# How Often to Bathe??



## Pamelabous (Jan 19, 2010)

Let me preface by saying that I am RESISTING the urge to bathe Daisy every few days because I know it is not good for her coat and skin...that being said...how OFTEN can I bathe her? I REALLY love the smell of a freshly bathed puppy...YUMMY!! Do tell this newbie! ~Pamela


----------



## HavaneseSoon (Nov 4, 2008)

I waited at least a month before doing Dexter's bath for the first time, then it was pretty much every 7-10 days for a bath. Make sure you are using a high quality shampoo and conditioner.


----------



## dbeech (Jun 16, 2009)

Riley gets a bath every 7 to 10 days. He looks and smell better and his hair is much softer when we stick to this schedule.
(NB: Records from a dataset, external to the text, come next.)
"""The best fit and the Laplace approximation, nested over the section's spread and correlation length.

At fixed (spread, correlation length) whitened residuals are brought down by scipy's `least_squares` with the
tangent-linear Jacobian, from several starts; what residuals cannot hold (the placement's determinant, inferred noise,
strength) is added by Newton steps on the log-density. The two are never optimised jointly, for the joint mode is far
from the truth; the Laplace evidence over a grid of them takes its place (Tierney & Kadane, JASA 81 (1986) 82;
MacKay, Neural Comput. 4 (1992) 415).
"""

from __future__ import annotations

import itertools
from collections.abc import Callable
from dataclasses import dataclass, replace

import numpy as np
from numpy.typing import NDArray
from scipy import linalg
from scipy.optimize import least_squares

from pullback.inverse.evidence import Surface
from pullback.inverse.layout import Layout, Modulus, Scalar
from pullback.inverse.posterior import HYPER, Posterior

Array = NDArray[np.float64]
Progress = Callable[[float], None]

_DIFFERENCE = 0.02
_NEWTON = 12
_STARTS = 4
_REFINEMENTS = 2


@dataclass(frozen=True)
class Node:
    """Laplace approximation at fixed hyper-parameters: best point q (dim,), `curvature` (minus the
    Hessian) over the free coordinates, log-density there and log evidence."""

    hyper: Array
    q: Array
    curvature: Array
    log_density: float
    log_evidence: float


@dataclass(frozen=True)
class Fit:
    """Nodes over the hyper-parameters, best first; `hyper` and `free`: indices of the coordinates of each sort, in the
    layout of `posterior`."""

    posterior: Posterior
    nodes: list[Node]
    hyper: NDArray[np.intp]
    free: NDArray[np.intp]
    starts_cost: Array
    """Half the sum of squares reached from each start at the first node."""

    @property
    def best(self) -> Node:
        """Node of the largest evidence."""
        return self.nodes[0]


def fit(posterior: Posterior, seed: int, progress: Progress = lambda share: None) -> Fit:
    """Fit `posterior`, its field coefficients in whatever coordinates its layout has.

    Raises RuntimeError where no start leads to a point with finite density.
    """
    layout = posterior.layout
    cuts = layout.slices
    hyper = np.array([cuts[n].start for n in HYPER if layout.scalar(n)], int)
    free = np.setdiff1d(np.arange(layout.dim), hyper)
    origin = np.zeros(layout.dim)
    start, costs = _best_start(posterior, origin, free, seed)
    posterior, start = _sheared(posterior, start)
    nodes = [_node(posterior, start, hyper, free)]
    plan = _coarse(hyper.size)
    for k, z in enumerate(plan):
        nodes.append(_node(posterior, _at(_nearest(nodes, z), hyper, z), hyper, free))
        progress((k + 1) / (len(plan) + 5 * _REFINEMENTS))
    if not any(np.isfinite(n.log_evidence) for n in nodes):
        raise RuntimeError("no starting point leads to a fit with finite density")
    for turn in range(_REFINEMENTS if hyper.size else 0):
        for z in _refined(nodes):
            nodes.append(_node(posterior, _at(_nearest(nodes, z), hyper, z), hyper, free))
        progress((len(plan) + 5 * turn + 5) / (len(plan) + 5 * _REFINEMENTS))
    nodes = [n for n in nodes if np.isfinite(n.log_evidence)]
    progress(1.0)
    return Fit(posterior, sorted(nodes, key=lambda n: -n.log_evidence), hyper, free, costs)


def first_fit(posterior: Posterior, seed: int) -> Array:
    """The best least-squares point (dim,) at the middle of the hyper-parameters' priors, before anything else."""
    hyper = [posterior.layout.slices[n].start for n in HYPER if posterior.layout.scalar(n)]
    free = np.setdiff1d(np.arange(posterior.layout.dim), np.array(hyper, int))
    return _best_start(posterior, np.zeros(posterior.layout.dim), free, seed)[0]


def _sheared(posterior: Posterior, q: Array) -> tuple[Posterior, Array]:
    """The posterior with its moduli sheared at the point q, and q in the new coordinates."""
    layout, q = posterior.layout, q.copy()
    values = layout.unpack(q[None])
    blocks = list(layout.blocks)
    for k, b in enumerate(blocks):
        if isinstance(b, Modulus):
            new = b.sheared(values)
            q[layout.slices[b.name]] += (new.shear - b.shear) * values["stiffness_scatter"] * values[b.stiffness]
            blocks[k] = new
    return replace(posterior, layout=Layout(blocks, layout.constants), guesses={}), q


def _coarse(dims: int) -> list[Array]:
    """Corners, edges and (already there) centre of a square of three half-widths of the prior."""
    levels = (-1.5, 0.0, 1.5)
    grid = [np.array(z) for z in itertools.product(levels, repeat=dims)]
    return [z for z in grid if np.any(z != 0.0)]


def _refined(nodes: list[Node]) -> list[Array]:
    """The mean of the evidence so far, and points 1.2 of its standard deviations away along its principal axes."""
    centre, covariance = Surface(nodes).moments()
    size, axes = np.linalg.eigh(covariance)
    steps = 1.2 * np.sqrt(size)[:, None] * axes.T
    return [centre, *(centre + s * step for step in steps for s in (1.0, -1.0))]


def _nearest(nodes: list[Node], z: Array) -> Array:
    return min(nodes, key=lambda n: float(np.sum((n.hyper - z) ** 2)) if n.hyper.size else 0.0).q


def _at(q: Array, hyper: NDArray[np.intp], z: Array) -> Array:
    out = q.copy()
    out[hyper] = z
    return out


def _best_start(posterior: Posterior, origin: Array, free: NDArray[np.intp], seed: int) -> tuple[Array, Array]:
    """Least squares from the prior's middle and from draws of the law's parameters; the lowest cost wins."""
    layout, rng = posterior.layout, np.random.Generator(np.random.Philox(key=[seed, 1]))
    law = [layout.slices[p.name].start for p in posterior.law.parameters if p.name in layout.slices]
    starts = [origin]
    for _ in range(_STARTS - 1):
        other = origin.copy()
        other[law] = 0.7 * rng.standard_normal(len(law))
        starts.append(other)
    found = [_least_squares(posterior, q, free) for q in starts]
    order = sorted(range(len(found)), key=lambda k: found[k][1])
    for k in order:
        if np.isfinite(posterior.log_density(found[k][0])[0]):
            return found[k][0], np.array([c for _, c in found])
    return found[order[0]][0], np.array([c for _, c in found])


def _least_squares(posterior: Posterior, q: Array, free: NDArray[np.intp]) -> tuple[Array, float]:
    """Minimise half the squared residuals plus the proper priors' own, over the coordinates that any of them see."""
    layout = posterior.layout
    proper = np.array([i for i in free if _is_proper(posterior, i)], int)
    seen = np.array([i for i in free if i in set(proper) or not _strength_only(posterior, i)], int)
    if seen.size == 0:
        return q, 0.0
    unit = np.eye(layout.dim)[proper][:, seen]

    def whole(part: Array) -> Array:
        out = q.copy()
        out[seen] = part
        return out

    def residuals(part: Array) -> Array:
        at = whole(part)
        return np.concatenate((posterior.residuals(at), at[proper]))

    def jacobian(part: Array) -> Array:
        return np.concatenate((posterior.jacobian(whole(part))[:, seen], unit))

    best = least_squares(residuals, q[seen], jacobian, method="trf", ftol=1e-8, xtol=1e-8, gtol=1e-6, max_nfev=60)
    return whole(best.x), float(best.cost)


def _is_proper(posterior: Posterior, index: int) -> bool:
    for b in posterior.layout.blocks:
        cut = posterior.layout.slices[b.name]
        if cut.start <= index < cut.stop:
            return b.prior.proper if isinstance(b, Scalar) else hasattr(b, "basis")
    raise IndexError(index)


def _strength_only(posterior: Posterior, index: int) -> bool:
    """Flat unknowns that no Gaussian reading sees: the strength's, and an inferred noise level's."""
    for b in posterior.layout.blocks:
        cut = posterior.layout.slices[b.name]
        if cut.start <= index < cut.stop:
            return isinstance(b, Scalar) and b.name not in {p.name for p in posterior.law.parameters}
    raise IndexError(index)


def _node(posterior: Posterior, q: Array, hyper: NDArray[np.intp], free: NDArray[np.intp]) -> Node:
    q, _ = _least_squares(posterior, q, free)
    posterior.set_guess(q)
    q, value, hessian = _newton(posterior, q, free)
    if not np.isfinite(value):
        return Node(q[hyper], q, np.eye(free.size), -np.inf, -np.inf)
    factor = linalg.cho_factor(hessian)
    log_det = 2.0 * np.sum(np.log(np.diag(factor[0])))
    evidence = value + 0.5 * free.size * np.log(2.0 * np.pi) - 0.5 * log_det
    return Node(q[hyper], q, hessian, value, evidence)


def _newton(posterior: Posterior, q: Array, free: NDArray[np.intp]) -> tuple[Array, float, Array]:
    """Newton steps on the log-density over the free coordinates; returns point, value and minus the Hessian there."""
    value, gradient = posterior.value_and_gradient(q)
    hessian = minus_hessian(posterior, q, free)
    for k in range(_NEWTON):
        step = linalg.solve(hessian, gradient[0, free], assume_a="pos")
        decrement = float(gradient[0, free] @ step)
        if not np.isfinite(value[0]) or decrement < 1e-6:
            break
        q, value, gradient, moved = _line_search(posterior, q, value, gradient, free, step)
        if not moved:
            break
        if k % 3 == 2 or decrement > 1.0:
            hessian = minus_hessian(posterior, q, free)
    return q, float(value[0]), minus_hessian(posterior, q, free)


def _line_search(
    posterior: Posterior, q: Array, value: Array, gradient: Array, free: NDArray[np.intp], step: Array
) -> tuple[Array, Array, Array, bool]:
    """The longest of four step lengths that raises the log-density, all tried in one batch."""
    sizes = np.array([1.0, 0.5, 0.2, 0.05])
    trial = np.repeat(q[None], sizes.size, axis=0)
    trial[:, free] += sizes[:, None] * step
    values, gradients = posterior.value_and_gradient(trial)
    better = np.flatnonzero(values > value[0])
    if better.size == 0:
        return q, value, gradient, False
    k = better[0]
    return trial[k], values[k : k + 1], gradients[k : k + 1], True


def minus_hessian(posterior: Posterior, q: Array, free: NDArray[np.intp]) -> Array:
    """Minus the Hessian over the free coordinates, by central differences of the adjoint gradient at a fiftieth of each
    coordinate's conditional standard deviation; made positive definite by raising small eigenvalues."""
    d = free.size
    trial = np.repeat(q[None], 2 * d, axis=0)
    rows = np.arange(d)
    h = _DIFFERENCE / np.sqrt(1.0 + np.sum(posterior.jacobian(q)[:, free] ** 2, axis=0))
    trial[rows, free] += h
    trial[d + rows, free] -= h
    gradient = np.concatenate([posterior.value_and_gradient(part)[1] for part in np.array_split(trial, max(1, d // 8))])
    second = -(gradient[:d, free] - gradient[d:, free]) / (2.0 * h[:, None])
    values, vectors = np.linalg.eigh(0.5 * (second + second.T))
    return np.asarray((vectors * np.maximum(values, 1e-3)) @ vectors.T)
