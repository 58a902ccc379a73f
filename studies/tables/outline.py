"""The outline: the nominal section along the part."""

from __future__ import annotations

import numpy as np

from pullback.studies.faults import BadInput
from pullback.studies.study import OutlineTable, Rows
from pullback.studies.tables.areas import COLUMNS, read_areas
from pullback.studies.tables.stations import TOLERANCE, once, read_stations
from pullback.studies.tables.table import Table

KNOWN = ("station", *COLUMNS)


def read_outline(table: Table, length: float) -> OutlineTable:
    """Rows in the order of stations, which must reach from 0 to `length` (mm)."""
    table.require("station")
    station = read_stations(table, length)
    once(table, station)
    areas = read_areas(table)
    low, high = int(np.argmin(station)), int(np.argmax(station))
    slack = TOLERANCE * length
    if station[low] > slack or station[high] < length - slack:
        row = low if station[low] > slack else high
        read = f"stations from {station[low]:g} to {station[high]:g} mm"
        raise BadInput(table.fault(row, "station", read, f"an outline from 0 to the part's length, {length:g} mm"))
    order = np.argsort(station)
    width = areas.diameter if areas.width is None else areas.width
    width, thickness, area = (None if a is None else a[order] for a in (width, areas.thickness, areas.area))
    return OutlineTable(station[order], width, thickness, area, Rows(table.file, table.line[order]))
I have a wellness assessment done by Sabine Contreras, a canine health consultant. This is what she said about bathing your dog. It makes sense to me.

"Please also do not be afraid to bathe your dog as often as necessary. Many uninformed people still adhere to long outdated advice that shampooing a dog too often is detrimental to skin and coat, but reality is different.
Consider that especially in urban and suburban areas we are exposed to many times the levels of pollution than even just 50 years ago. Much of the polluting substances are present close to the ground and affect our dogs so much worse than us, because their head (and thus oral/nasal passages and also the lungs) are far more exposed."


----------



## Leslie (Feb 28, 2007)

I agree w/Sabine. How often do you bathe and wash your own hair? Do you have skin and hair "issues" because of it? Probably not. Your pup is no different.

I bathe Tori whenever she feels or smells dirty. Sometimes with a span of only 2-3 days.


----------



## Pamelabous (Jan 19, 2010)

Thanks, Ladies! I LOVE this forum for these very reasons!! Great info! ~Pamela


----------



## SMARTY (Apr 19, 2007)

My girls just went 4 weeks between baths (see “I hate bath day” thread). There was no smell and they were brushed frequently. Rain and cold kept me from doing the job of bathing sooner, but they do look and feel so perfect now. Neither one of them seem bothered between baths, in fact they would have waited until Spring or longer if I had.


----------



## Sheri (Oct 11, 2008)

I'd like to bathe Tucker every week, but since it is so labor/time intensive I only bathe him every two weeks, give or take a couple of days. The cleaner he is, the less he mats.


----------



## galaxie (Dec 1, 2009)

I vote that bathing every two weeks is the best way to go. IMO, once per week, especially in dry or cold climates is too much and can dry out the skin.

If Daisy gets a little dirty, there is no harm in giving her a foot and bum bath or spot cleaning her with a washcloth. You can also achieve that wonderful "clean puppy" smell by using a diluted version of your conditioner when grooming her. Use 1 part water to 6-9 parts conditioner (thicker conditioner = more water) and mix in a spray bottle. Then spritz it on her and brush - voila! yummy puppy smell


----------